Finally, we have the Termination Resistor Pack. Unlike most hard
drives, finding the Fujitsu's resistor pack is NOT an easy process.
The first problem is that the location and shape of the termination
resister is NOT MENTIONED anywhere in the manual. Second is that the
Resister pack doesn't look like a resister pack; it's an IC-shaped
pack in an IC socket. On most Fujitsu drives you need to look for a
dark gray IC labeled RM92 or RM85. Be sure to use a chip puller to
remove it and hang on to it. You may want to relocate the drive in the
future. If you do need to reinstall it you'll be pleased to know that
the pack has a dot of paint on the #1 pin position to simplify
installation.
 
So when do you remove the resister pack? Again that depends on how and
where you're installing the drive. A good rule of thumb is to remove
the resister pack from EVERY drive except the last one in the SCSI
chain. Usually true, but there are exceptions to every rule.
 
//// ST/STe/MegaSTe EXTERNAL DRIVE (with no installed internal drive):
Since the ICD/Link adapter required by these systems acts as the first
unit in the SCSI chain you should remove the resisters from all drives
except the last one. On a single drive system you leave the resisters
installed.
 
//// MegaSTe INTERNAL DRIVE:
Remove the resisters. (((SEE FOOTNOTE BELOW)))
 
//// MegaSTe EXTERNAL DRIVE with an INSTALLED INTERNAL DRIVE:
Requires the use of an external adapter, remove resister from first
drive and keep resisters on last drive of chain only.
 
//// TT030 SCSI EXTERNAL DRIVE (with no internal drive installed):
Leave resisters installed on last drive only.
 
//// TT030 INTERNAL DRIVE:
Leave the resisters installed.
 
//// TT030 SCSI EXTERNAL DRIVE with installed INTERNAL DRIVE:
Leave resisters installed on only the last drive, internal drive
termination requirements are flexible but usually left installed.
(((SEE FOOTNOTE BELOW)))
 
//// TT030 DMA PORT EXTERNAL DRIVE:
Requires external DMA/SCSI adapter (ICD/Link), remove resister from
all but the last drive in the SCSI chain.
 
//// FALCON030 EXTERNAL SCSI DRIVE:
Leave the resisters installed on the last drive only.(((SEE
FOOTNOTE BELOW)))
 
 
     <<<FOOTNOTE>>>: Based on discussions with ICD, Atari, and
                     Computer STudio. As not all SCSI drives are
                     created equal, some will require a different
                     termination schedule than shown above.
 
 
Though there's a "busy" light built into the faceplate it isn't
visible after installation. There is, however, a two pin white plastic
jack next to the busy light for the external light that comes with the
5 1/4" adapter. This light is polarity sensitive so if it doesn't
light when the drive transfers data you need to reverse (flip) the
connector.
 
Assuming everything went well with the installation, and the unit spun
up when you applied power, it's time to format the beast. Always use
the newest version of your formatting and partitioning software and
NEVER mix ICD and Atari drive utilities. Be warned that on a 520 Meg
drive this process will take a while. With ICD 6.0.7 it took me 12.5
minutes to format and 21.75 minutes to partition/sector check the
beast.
 
So how many partitions? Well, keep in mind that the ST is limited to
only 14 hard drive partitions (C thru P). You could use all of them
with 37 Meg partitions but I strongly recommend against that. Why?
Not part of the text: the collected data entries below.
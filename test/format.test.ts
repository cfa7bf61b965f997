import { describe, expect, it } from "vitest";
import fc from "fast-check";
import { formatCelsius, formatNumber, formatQuantity, scaleFor, texQuantity } from "../lib/units/format.js";
import { InputError } from "../lib/errors.js";

// Prefixes and their powers: SI Brochure, 9th edition (2019), table 7.
describe("formatQuantity", () => {
  it.each([
    [2.2e-3, "current", "2.20 mA"],
    [0.0021999999, "current", "2.20 mA"],
    [4700, "resistance", "4.70 kΩ"],
    [-1.5, "voltage", "-1.50 V"],
    [820, "resistance", "820 Ω"],
    [12e-6, "transconductanceParameter", "12.0 µA/V²"],
    [0.02, "inverseVoltage", "0.0200 V⁻¹"],
    [300, "temperature", "300 K"],
    [0, "voltage", "0.00 V"],
    [1e6, "resistance", "1.00 MΩ"],
    [47e-12, "capacitance", "47.0 pF"],
    [2e-3, "voltagePerKelvin", "2.00 mV/K"],
    [10e-6, "length", "10.0 µm"],
    [0.4, "sqrtVoltage", "0.400 √V"],
    [15.2, "inverseVoltageEfficiency", "15.2 S/A"],
    // 3.45e-3 F/m² = 3.45 fF/µm² (1 fF/µm² = 1e-15 F / 1e-12 m²).
    [3.45e-3, "capacitancePerArea", "3.45 fF/µm²"],
    // 0.04 m²/(V·s) = 400 cm²/(V·s).
    [0.04, "mobility", "400 cm²/(V·s)"],
    [150, "dimensionless", "150"],
    [2e-5, "inverseVoltage", "2.00×10⁻⁵ V⁻¹"],
    [Infinity, "resistance", "∞ Ω"],
    [-Infinity, "voltage", "-∞ V"],
  ] as const)("%s in %s is %s", (v, dim, text) => {
    expect(formatQuantity(v, dim)).toBe(text);
  });

  it("carries rounding into the next prefix: 999.6 mA at 3 digits is 1.00 A", () => {
    expect(formatQuantity(0.9996, "current")).toBe("1.00 A");
    expect(formatQuantity(999.96e3, "resistance")).toBe("1.00 MΩ");
  });

  it("takes a digit count", () => {
    expect(formatQuantity(2.2e-3, "current", { digits: 5 })).toBe("2.2000 mA");
    expect(formatQuantity(4.7e3, "resistance", { digits: 1 })).toBe("5 kΩ");
  });

  it("adds Celsius on request, at the kelvin value's resolution", () => {
    expect(formatQuantity(300, "temperature", { celsius: true })).toBe("300 K (27 °C)");
    expect(formatQuantity(300.15, "temperature", { celsius: true, digits: 5 })).toBe("300.15 K (27.00 °C)");
    expect(formatCelsius(273.15, { digits: 5 })).toBe("0.00 °C");
  });

  it("uses powers of ten beyond the prefix range", () => {
    expect(formatQuantity(1e-21, "current")).toBe("1.00×10⁻³ aA");
  });

  it("refuses NaN and bad digit counts with typed errors naming the value", () => {
    expect(() => formatQuantity(NaN, "current", { origin: "ID" })).toThrow(InputError);
    expect(() => formatQuantity(NaN, "current", { origin: "ID" })).toThrow(/ID: got NaN, expected a number to display as current/);
    expect(() => formatQuantity(1, "current", { digits: 0 })).toThrow(/significant digits/);
  });

  it("round-trips: the shown digits parse back within half a unit of the last digit", () => {
    fc.assert(
      fc.property(fc.double({ min: 1e-17, max: 1e14, noNaN: true }), fc.integer({ min: 1, max: 8 }), (v, digits) => {
        const text = formatQuantity(v, "current", { digits });
        const m = /^([0-9.]+)(?:×10([⁻⁰¹²³⁴⁵⁶⁷⁸⁹]+))? ([afpnµmkMGT]?)A$/.exec(text);
        expect(m, text).not.toBeNull();
        const powers: Record<string, number> = { a: -18, f: -15, p: -12, n: -9, µ: -6, m: -3, "": 0, k: 3, M: 6, G: 9, T: 12 };
        const exp = m![2] ? Number([...m![2]].map((c) => "⁻⁰¹²³⁴⁵⁶⁷⁸⁹".indexOf(c)).map((i) => (i === 0 ? "-" : String(i - 1))).join("")) : 0;
        const back = Number(m![1]) * 10 ** (powers[m![3]!]! + exp);
        // "20 mA" at one digit: trailing zeros of a whole number only place the point.
        const shown = m![1]!;
        if (shown.includes(".")) expect(shown.replace(".", "").replace(/^0+/, "").length).toBe(digits);
        else expect(shown.replace(/0+$/, "").length).toBeLessThanOrEqual(digits);
        expect(Math.abs(back - v) / v).toBeLessThanOrEqual(0.5 * 10 ** (1 - digits) * 1.000001);
      }),
    );
  });
});

describe("fractions", () => {
  it("show in per cent", () => {
    expect(formatQuantity(0.05, "fraction")).toBe("5.00 %");
    expect(formatQuantity(0.469, "fraction")).toBe("46.9 %");
  });
});

describe("counts", () => {
  it("show whole counts whole and anything else with significant digits", () => {
    expect(formatQuantity(23, "count")).toBe("23");
    expect(formatQuantity(0, "count")).toBe("0");
    expect(formatQuantity(192, "count")).toBe("192");
    expect(formatQuantity(2.5, "count")).toBe("2.50");
  });
});

describe("formatNumber and texQuantity", () => {
  it("writes plain ratios", () => {
    expect(formatNumber(0.02)).toBe("0.0200");
    expect(formatNumber(12.345, { digits: 4 })).toBe("12.35");
  });
  it("writes TeX with a thin space and upright units", () => {
    expect(texQuantity(2.2e-3, "current")).toBe("2.20\\,\\mathrm{m}\\mathrm{A}");
    expect(texQuantity(4700, "resistance")).toBe("4.70\\,\\mathrm{k}\\Omega");
    expect(texQuantity(12e-6, "transconductanceParameter")).toBe("12.0\\,\\mu\\mathrm{A/V^{2}}");
    expect(texQuantity(2e-5, "inverseVoltage")).toBe("2.00\\times10^{-5}\\,\\mathrm{V^{-1}}");
    expect(texQuantity(Infinity, "resistance")).toBe("\\infty\\,\\Omega");
    expect(texQuantity(3, "dimensionless")).toBe("3.00");
  });
});

describe("scaleFor", () => {
  it("picks one prefix for a set of values (an axis)", () => {
    expect(scaleFor([0, 1.2e-3, 3.4e-3], "current")).toEqual({ divisor: 1e-3, unit: "mA", tex: "\\mathrm{m}\\mathrm{A}" });
    expect(scaleFor([0], "voltage").unit).toBe("V");
    expect(scaleFor([0.02], "inverseVoltage").unit).toBe("V⁻¹");
  });
});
For future expansion. I needed to keep my SyQuest active and also
wanted at least two empty partitions for "just in case" situations
down the road. That left me with ten 52 Meg partitions, two SyQuest
partitions (I had some partitioned cartridges), and two "future"
partitions.
 
52 Meg???? The ST is limited to 32 Meg partitions isn't it? Well, yes
and no. TOS is limited to 32 Megabyte partitions but ICD (and Atari's
own AHDI-5 utilities) have done away with it by using what's called
Big GeM partitions (BGM). ICDFormat automatically enables BGM when
partitions over 32 Meg are selected by the user.
 
Ok, you've formatted and partitioned your monster, so now it's time to
use your Hard Drive Utilities program to set your parameters and
install your auto-boot. When using BGM partitions you MUST change
your Maximum Logical Sector Size from 512 sectors to 1024 or put your
data at risk. Doug at ICD tells me that he usually starts out with the
default values on the Configure ICD Boot and then adjusts them as
needed. For my drive I decided to save RAM and sacrificed some
performance by just padding the defaults a bit. One nice thing is that
by using ICD's built-in TOS Data Buffer, FAT Buffer, and Extra Folder
settings we can eliminate Atari's FolderXXX and CacheXXX utilities.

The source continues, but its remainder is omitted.